[Entries taken from a collection]
#####

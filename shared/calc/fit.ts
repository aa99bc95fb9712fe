import { Matrix, QrDecomposition } from 'ml-matrix';
import { CalcError } from './errors';
import { MODELS, isLogModel, paramCount, type CalibrationPoint, type Fit, type ModelKind } from './fit-types';
import { sig } from './format';

/*
 * Least squares for the four calibration models, all linear in their parameters after transforming:
 *   linear/quadratic: y on [1, x(, x²)];  power: ln y on [1, ln x];  exponential: ln y on [1, x].
 * Solved by Householder QR (ml-matrix) on a centred and scaled predictor u = (t − mean)/sd, never by
 * normal equations: forming X'X squares the condition number (NIST Pontius, x to 3·10⁶, has x⁴ ≈ 10²⁶).
 * Coefficients are then mapped back to the raw parameterisation with the matching linear map T
 * (β = T·γ) and their covariance carried as T·C·T'.
 */

function validatePoints(points: unknown): CalibrationPoint[] {
  if (!Array.isArray(points) || points.length === 0) {
    throw new CalcError('empty', 'A calibration needs a list of (length, biomass) points.', 'points');
  }
  points.forEach((p, i) => {
    const ok =
      typeof p === 'object' && p !== null &&
      typeof (p as CalibrationPoint).x === 'number' && Number.isFinite((p as CalibrationPoint).x) &&
      typeof (p as CalibrationPoint).y === 'number' && Number.isFinite((p as CalibrationPoint).y);
    if (!ok) throw new CalcError('not_finite', `Point ${i + 1} needs finite numeric x and y.`, 'points');
  });
  return points as CalibrationPoint[];
}

/** Back substitution for R·x = b, R upper triangular p×p. */
function backSolve(R: number[][], b: number[]): number[] {
  const p = b.length;
  const x = new Array<number>(p).fill(0);
  for (let i = p - 1; i >= 0; i--) {
    let s = b[i]!;
    for (let j = i + 1; j < p; j++) s -= R[i]![j]! * x[j]!;
    x[i] = s / R[i]![i]!;
  }
  return x;
}

function mulTCTt(T: number[][], C: number[][]): number[][] {
  const p = T.length;
  const TC = T.map((row) => C[0]!.map((_, j) => row.reduce((s, t, k) => s + t * C[k]![j]!, 0)));
  return TC.map((row) => T.map((trow) => row.reduce((s, v, k) => s + v * trow[k]!, 0))).slice(0, p);
}

function equationOf(model: ModelKind, c: number[], cf: number): string {
  const s = (v: number) => sig(v, 4);
  const plus = (v: number) => (v < 0 ? ` − ${s(-v)}` : ` + ${s(v)}`);
  switch (model) {
    case 'linear':
      return `y = ${s(c[0]!)}${plus(c[1]!)}·x`;
    case 'quadratic':
      return `y = ${s(c[0]!)}${plus(c[1]!)}·x${plus(c[2]!)}·x²`;
    case 'power':
      return `y = ${s(c[0]!)} · x^${s(c[1]!)} × ${s(cf)}`;
    case 'exponential':
      return `y = ${s(c[0]!)} · e^(${s(c[1]!)}·x) × ${s(cf)}`;
  }
}

export function fitCalibration(points: CalibrationPoint[], model: ModelKind): Fit {
  if (!MODELS.includes(model)) {
    throw new CalcError('bad_model', `Unknown model "${String(model)}"; use linear, power, exponential or quadratic.`, 'model');
  }
  const pts = validatePoints(points);
  const n = pts.length;
  const p = paramCount(model);
  const log = isLogModel(model);
  if (n < p + 1) {
    throw new CalcError(
      'too_few_points',
      `The ${model} model has ${p} coefficients and needs at least ${p + 1} points (it has ${n}).`,
      'points',
    );
  }
  let xMin = Infinity, xMax = -Infinity, yMin = Infinity, yMax = -Infinity;
  for (const { x, y } of pts) {
    if (x < xMin) xMin = x;
    if (x > xMax) xMax = x;
    if (y < yMin) yMin = y;
    if (y > yMax) yMax = y;
  }
  if (xMin === xMax) {
    throw new CalcError('x_all_equal', 'All lengths are equal, so no curve can be fitted through them.', 'points');
  }
  if (model === 'quadratic' && new Set(pts.map((q) => q.x)).size < 3) {
    throw new CalcError('too_few_distinct_x', 'The quadratic model needs at least 3 different lengths.', 'points');
  }
  if (log && yMin <= 0) {
    throw new CalcError('non_positive_y', `The ${model} model fits log(biomass), so every biomass must be greater than zero.`, 'points');
  }
  if (model === 'power' && xMin <= 0) {
    throw new CalcError('non_positive_x', 'The power model fits log(length), so every length must be greater than zero.', 'points');
  }

  // Transformed predictor t and response r.
  const t = new Float64Array(n);
  const r = new Float64Array(n);
  for (let i = 0; i < n; i++) {
    t[i] = model === 'power' ? Math.log(pts[i]!.x) : pts[i]!.x;
    r[i] = log ? Math.log(pts[i]!.y) : pts[i]!.y;
  }
  let tSum = 0;
  for (let i = 0; i < n; i++) tSum += t[i]!;
  const centre = tSum / n;
  let tss = 0;
  for (let i = 0; i < n; i++) tss += (t[i]! - centre) ** 2;
  const scale = Math.sqrt(tss / (n - 1));
  if (!(scale > 0)) {
    throw new CalcError('x_all_equal', 'All lengths are equal, so no curve can be fitted through them.', 'points');
  }

  const Z: number[][] = new Array(n);
  for (let i = 0; i < n; i++) {
    const u = (t[i]! - centre) / scale;
    Z[i] = p === 2 ? [1, u] : [1, u, u * u];
  }
  const qr = new QrDecomposition(new Matrix(Z));
  const Q = qr.orthogonalMatrix; // n×p, orthonormal columns
  const R = qr.upperTriangularMatrix.to2DArray();
  const rMax = Math.max(...R.map((row, i) => Math.abs(row[i]!)));
  if (R.some((row, i) => !(Math.abs(row[i]!) > 1e-10 * rMax))) {
    throw new CalcError('too_few_distinct_x', `The lengths do not spread enough to fit the ${model} model.`, 'points');
  }

  // γ = R⁻¹·Q'r; hat-matrix leverages h_ii = Σ_j Q_ij².
  const Qtr = new Array<number>(p).fill(0);
  const h = new Float64Array(n);
  for (let i = 0; i < n; i++) {
    let hi = 0;
    for (let j = 0; j < p; j++) {
      const q = Q.get(i, j);
      Qtr[j]! += q * r[i]!;
      hi += q * q;
    }
    h[i] = hi;
  }
  const gamma = backSolve(R, Qtr);

  // C = (Z'Z)⁻¹ = R⁻¹R⁻ᵀ (columns of R⁻¹ by back substitution on unit vectors).
  const Rinv: number[][] = Array.from({ length: p }, () => new Array<number>(p).fill(0));
  for (let k = 0; k < p; k++) {
    const e = new Array<number>(p).fill(0);
    e[k] = 1;
    const col = backSolve(R, e);
    for (let i = 0; i < p; i++) Rinv[i]![k] = col[i]!;
  }
  const C = Rinv.map((ri) => Rinv.map((rj) => ri.reduce((s, v, k) => s + v * rj[k]!, 0)));

  // Residuals on the fitted scale, from the centred basis (best precision).
  const e = new Float64Array(n);
  let sse = 0;
  let rSum = 0;
  for (let i = 0; i < n; i++) rSum += r[i]!;
  const rMean = rSum / n;
  let sst = 0;
  for (let i = 0; i < n; i++) {
    const u = (t[i]! - centre) / scale;
    const fitted = p === 2 ? gamma[0]! + gamma[1]! * u : gamma[0]! + u * (gamma[1]! + gamma[2]! * u);
    e[i] = r[i]! - fitted;
    sse += e[i]! * e[i]!;
    sst += (r[i]! - rMean) ** 2;
  }
  const df = n - p;
  const sigma2 = sse / df;

  // Raw parameterisation β = T·γ.
  const m = centre, s = scale;
  const T: number[][] =
    p === 2
      ? [[1, -m / s], [0, 1 / s]]
      : [[1, -m / s, (m * m) / (s * s)], [0, 1 / s, (-2 * m) / (s * s)], [0, 0, 1 / (s * s)]];
  const beta = T.map((row) => row.reduce((acc, v, k) => acc + v * gamma[k]!, 0));
  const covRaw = mulTCTt(T, C);
  const standardErrors = covRaw.map((row, i) => Math.sqrt(Math.max(0, sigma2 * row[i]!)));

  // Duan (1983) smearing for the log models.
  let cf = 1;
  if (log) {
    let acc = 0;
    for (let i = 0; i < n; i++) acc += Math.exp(e[i]!);
    cf = acc / n;
  }

  // Leave-one-out by the closed form: on the fitted scale the deleted residual is e_i/(1 − h_ii),
  // exactly what refitting without point i gives. For the log models the smearing factor is
  // refitted too: without point i the other residuals become e_j + h_ji·e_i/(1 − h_ii) (the
  // rank-one downdate of the fit), and the factor is their mean exp. The log models are straight
  // lines in the centred u (Σu = 0, Σu² = n − 1), so h_ji = 1/n + u_i·u_j/(n − 1) and the sum over j
  // is F(c) = Σ_j exp(e_j)·exp(c·u_j) at c = shift·u_i/(n − 1): a power series in c whose moments are
  // computed once (O(n) instead of O(n²)); a large |c| falls back to the direct sum.
  let looSS = 0;
  let looOk = true;
  const u = new Float64Array(n);
  const w = new Float64Array(n);
  for (let i = 0; i < n; i++) {
    u[i] = (t[i]! - centre) / scale;
    w[i] = Math.exp(e[i]!);
  }
  const smearSum = log ? looSmearingSums(u, w) : undefined;
  for (let i = 0; i < n; i++) {
    const denom = 1 - h[i]!;
    if (denom < 1e-10) {
      looOk = false;
      break;
    }
    const shift = e[i]! / denom;
    const rLoo = r[i]! - shift;
    let yLoo = rLoo;
    if (smearSum) {
      const c = (shift * u[i]!) / (n - 1);
      const others = Math.exp(shift / n) * (smearSum(c) - w[i]! * Math.exp(c * u[i]!));
      yLoo = Math.exp(rLoo) * (others / (n - 1));
    }
    looSS += (pts[i]!.y - yLoo) ** 2;
  }

  const coefficients = log ? [Math.exp(beta[0]!), beta[1]!] : beta.slice();
  // A Fit must survive JSON (which turns Infinity into null): refuse numbers too large to store.
  if (![...coefficients, ...beta, ...standardErrors, cf, sigma2].every(Number.isFinite)) {
    throw new CalcError('bad_fit', `The ${model} model gives numbers too large to represent for these points; try another model.`, 'points');
  }
  return {
    schema: 1,
    model,
    n,
    df,
    coefficients,
    fittedScaleCoefficients: beta,
    standardErrors,
    rSquared: sst > 0 ? 1 - sse / sst : 1,
    residualStdError: Math.sqrt(sigma2),
    looRmse: looOk ? Math.sqrt(looSS / n) : null,
    xRange: [xMin, xMax],
    yRange: [yMin, yMax],
    biasCorrection: cf,
    biasCorrectionMethod: log ? 'smearing' : 'none',
    basis: { centre, scale },
    centredCoefficients: gamma,
    covUnscaled: C,
    equation: equationOf(model, coefficients, cf),
  };
}

/**
 * F(c) = Σ_j w_j·exp(c·u_j) for many c: by its Taylor series Σ_k c^k/k!·Σ_j w_j·u_j^k when |c|·max|u|
 * ≤ 1 (30 terms leave under 1e-30 of F and no cancellation beyond e² of rounding), else directly.
 */
function looSmearingSums(u: Float64Array, w: Float64Array): (c: number) => number {
  const K = 30;
  const moments = new Float64Array(K + 1);
  let uMax = 0;
  for (let j = 0; j < u.length; j++) {
    let term = w[j]!;
    for (let k = 0; k <= K; k++) {
      moments[k]! += term;
      term *= u[j]!;
    }
    uMax = Math.max(uMax, Math.abs(u[j]!));
  }
  return (c) => {
    if (Math.abs(c) * uMax > 1) {
      let acc = 0;
      for (let j = 0; j < u.length; j++) acc += w[j]! * Math.exp(c * u[j]!);
      return acc;
    }
    let acc = 0;
    for (let k = K; k >= 0; k--) acc = acc * (c / (k + 1)) + moments[k]!;
    return acc;
  };
}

#####

# [Work required]
Copy exactly, and only, the lines from the line that contains "w_j·u_j^k when |c|·max|u|" through the end of the data above.

# [Solution]
 * F(c) = Σ_j w_j·exp(c·u_j) for many c: by its Taylor series Σ_k c^k/k!·Σ_j w_j·u_j^k when |c|·max|u|
 * ≤ 1 (30 terms leave under 1e-30 of F and no cancellation beyond e² of rounding), else directly.
 */
function looSmearingSums(u: Float64Array, w: Float64Array): (c: number) => number {
  const K = 30;
  const moments = new Float64Array(K + 1);
  let uMax = 0;
  for (let j = 0; j < u.length; j++) {
    let term = w[j]!;
    for (let k = 0; k <= K; k++) {
      moments[k]! += term;
      term *= u[j]!;
    }
    uMax = Math.max(uMax, Math.abs(u[j]!));
  }
  return (c) => {
    if (Math.abs(c) * uMax > 1) {
      let acc = 0;
      for (let j = 0; j < u.length; j++) acc += w[j]! * Math.exp(c * u[j]!);
      return acc;
    }
    let acc = 0;
    for (let k = K; k >= 0; k--) acc = acc * (c / (k + 1)) + moments[k]!;
    return acc;
  };
}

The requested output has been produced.